[AIM OF THE EXERCISE]: In the listing below, identify each line with the word "headers" and return those lines.

[GIVEN DATA]:
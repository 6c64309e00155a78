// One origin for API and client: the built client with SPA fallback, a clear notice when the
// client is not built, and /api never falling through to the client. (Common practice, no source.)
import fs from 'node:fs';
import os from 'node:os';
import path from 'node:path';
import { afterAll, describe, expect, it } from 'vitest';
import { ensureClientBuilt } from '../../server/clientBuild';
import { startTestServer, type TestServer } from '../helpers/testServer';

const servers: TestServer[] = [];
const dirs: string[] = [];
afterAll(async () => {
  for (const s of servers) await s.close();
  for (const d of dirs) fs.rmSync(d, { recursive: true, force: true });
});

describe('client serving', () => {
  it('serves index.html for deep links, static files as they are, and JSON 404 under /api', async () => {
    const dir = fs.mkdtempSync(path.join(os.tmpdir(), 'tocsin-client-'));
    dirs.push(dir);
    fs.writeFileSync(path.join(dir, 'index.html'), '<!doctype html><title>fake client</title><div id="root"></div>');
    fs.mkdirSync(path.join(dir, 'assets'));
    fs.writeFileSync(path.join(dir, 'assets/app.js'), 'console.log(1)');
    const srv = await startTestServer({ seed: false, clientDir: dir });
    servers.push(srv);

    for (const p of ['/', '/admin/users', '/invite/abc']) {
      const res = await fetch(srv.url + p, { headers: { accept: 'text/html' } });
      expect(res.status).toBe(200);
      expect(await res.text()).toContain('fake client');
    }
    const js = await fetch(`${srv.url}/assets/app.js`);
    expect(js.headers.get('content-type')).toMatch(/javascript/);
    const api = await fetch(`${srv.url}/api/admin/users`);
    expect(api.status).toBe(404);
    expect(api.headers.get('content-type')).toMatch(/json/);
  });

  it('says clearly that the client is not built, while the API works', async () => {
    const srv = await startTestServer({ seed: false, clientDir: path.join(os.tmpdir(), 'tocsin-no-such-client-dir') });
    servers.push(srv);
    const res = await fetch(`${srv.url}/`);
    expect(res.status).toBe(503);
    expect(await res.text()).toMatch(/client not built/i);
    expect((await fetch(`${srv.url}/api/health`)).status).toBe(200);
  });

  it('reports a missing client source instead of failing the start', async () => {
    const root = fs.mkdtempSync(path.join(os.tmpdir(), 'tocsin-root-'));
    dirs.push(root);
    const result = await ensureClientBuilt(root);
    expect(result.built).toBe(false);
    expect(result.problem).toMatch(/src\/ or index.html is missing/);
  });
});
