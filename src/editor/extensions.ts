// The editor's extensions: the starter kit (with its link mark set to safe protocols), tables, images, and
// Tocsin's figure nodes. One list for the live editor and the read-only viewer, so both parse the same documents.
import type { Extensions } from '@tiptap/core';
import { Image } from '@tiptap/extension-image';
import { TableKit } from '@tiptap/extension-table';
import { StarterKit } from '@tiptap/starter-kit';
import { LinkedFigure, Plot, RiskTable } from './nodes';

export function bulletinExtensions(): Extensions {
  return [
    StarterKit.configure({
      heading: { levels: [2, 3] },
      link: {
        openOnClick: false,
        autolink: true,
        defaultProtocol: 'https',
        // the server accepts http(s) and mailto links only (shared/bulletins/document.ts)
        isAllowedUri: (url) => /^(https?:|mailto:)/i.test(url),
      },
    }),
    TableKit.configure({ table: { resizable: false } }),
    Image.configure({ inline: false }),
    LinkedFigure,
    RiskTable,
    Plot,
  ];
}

[TASK RESULT]:
      const res = await fetch(srv.url + p, { headers: { accept: 'text/html' } });
    expect(js.headers.get('content-type')).toMatch(/javascript/);
    expect(api.headers.get('content-type')).toMatch(/json/);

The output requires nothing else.